Selanjutnya, perubahan "kaping sedoso" menjadi "kasepuluh", adalah untuk menunjukkan urutan. Sebab "kaping" memiliki arti hitungan tambahan, bukan "lir gumanti" (urutan). "Seperti "kapisan" (pertama), "kapindo" (kedua), "katelu" (ketiga) dan seterusnya. Jadi tidak bisa "kaping sedoso" karena dasarnya "lir gumanti", ujar Sultan.
Sedangkan tambahan "Suryaning Mataram" menunjukkan berakhirnya perjanjian Ki Ageng Pemanahan dengan Ki Ageng Giring yang merupakan periode Mataram lama dari zaman Kerajaan Singasari sampai Kerajaan Pajang.

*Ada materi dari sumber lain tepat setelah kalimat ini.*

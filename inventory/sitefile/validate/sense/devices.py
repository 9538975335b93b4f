"""Sense checks of the devices: ratio setting, inputs (terminals, one kind of burden) and
outputs."""

from __future__ import annotations

from inventory.sitefile.validate.sense.base import SenseBase, is_num, items_of


class DeviceChecks(SenseBase):
    def check_devices(self) -> None:
        for index, device in items_of(self.doc, "devices"):
            where = ("devices", index)
            ratio = device.get("ratio_setting")
            if isinstance(ratio, str) and ratio:
                problem = self.ratio_check(ratio)
                if problem:
                    self.add(problem, *where, "ratio_setting")
            self.unique_names(device.get("inputs"), "input", *where, "inputs")
            self.unique_names(device.get("outputs"), "output", *where, "outputs")

            inputs = device.get("inputs")
            for number, item in enumerate(inputs if isinstance(inputs, list) else ()):
                if not isinstance(item, dict):
                    continue
                here = (*where, "inputs", number)
                self.terminal(item.get("from"), *here, "from")
                self.terminal(item.get("to"), *here, "to")
                if isinstance(item.get("from"), str) and item.get("from") == item.get("to"):
                    self.add(f"an input from a terminal to itself ({item['to']!r})", *here, "to")
                has_va, has_ohm = "burden_va" in item, "burden_ohm" in item
                if has_va and has_ohm:
                    self.add("give burden_va (with pf) or burden_ohm, not both", *here)
                elif not has_va and not has_ohm:
                    self.add(
                        "no burden: give burden_va (VA at rated current, with pf) or "
                        "burden_ohm [R, X]",
                        *here,
                    )
                if has_ohm and "pf" in item and not has_va:
                    self.add(
                        "pf goes with burden_va; burden_ohm already gives R and X", *here, "pf"
                    )
                ohm = item.get("burden_ohm")
                if (
                    isinstance(ohm, list)
                    and len(ohm) == 2
                    and all(map(is_num, ohm))
                    and ohm[0] == 0
                    and ohm[1] == 0
                ):
                    self.add("burden_ohm is zero; use a link for no impedance", *here, "burden_ohm")

            outputs = device.get("outputs")
            for number, item in enumerate(outputs if isinstance(outputs, list) else ()):
                if not isinstance(item, dict):
                    continue
                here = (*where, "outputs", number)
                self.terminal(item.get("terminal"), *here, "terminal")
                self.terminal(item.get("target"), *here, "target")
                if isinstance(item.get("target"), str) and item.get("target") == item.get(
                    "terminal"
                ):
                    self.add("an output cannot target its own terminal", *here, "target")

Sementara, mulai zaman Kerajaan Mataram dengan Raja Panembahan Senapati hingga Kerajaan Ngayogyakarta Hadiningrat saat ini merupakan Mataram baru.
Adapun penggantian "Kalifatullah Sayidin" diganti "Langgeng Ing Toto Panoto Gomo", menurut Sultan menunjukkan berlanjutnya tatanan agama Allah di jagad. "Hanya itu yang bisa saya artikan, kalau lebih dari itu nanti jadi ngarang sendiri, dan belum tentu benar. Saya hanya sekadar menyampaikan 'dawuh'," katanya.
Sultan pada kesempatan itu juga menjelaskan penggantian nama GKR Pembayun menjadi GKR Mangkubumi tidak dilandasi niat ingin menjadikan putri pertamanya itu menjadi putri mahkota.
"Pokoknya saya menetapkan GKR Pembayun menjadi Mangkubumi sesuai 'dawuh' (perintah). Lelakunya seperti apa, ya saya tidak mengerti. Saya cuma 'didawuhi' atau diperintah menetapkan, ya saya tetapkan," katanya. (Antara)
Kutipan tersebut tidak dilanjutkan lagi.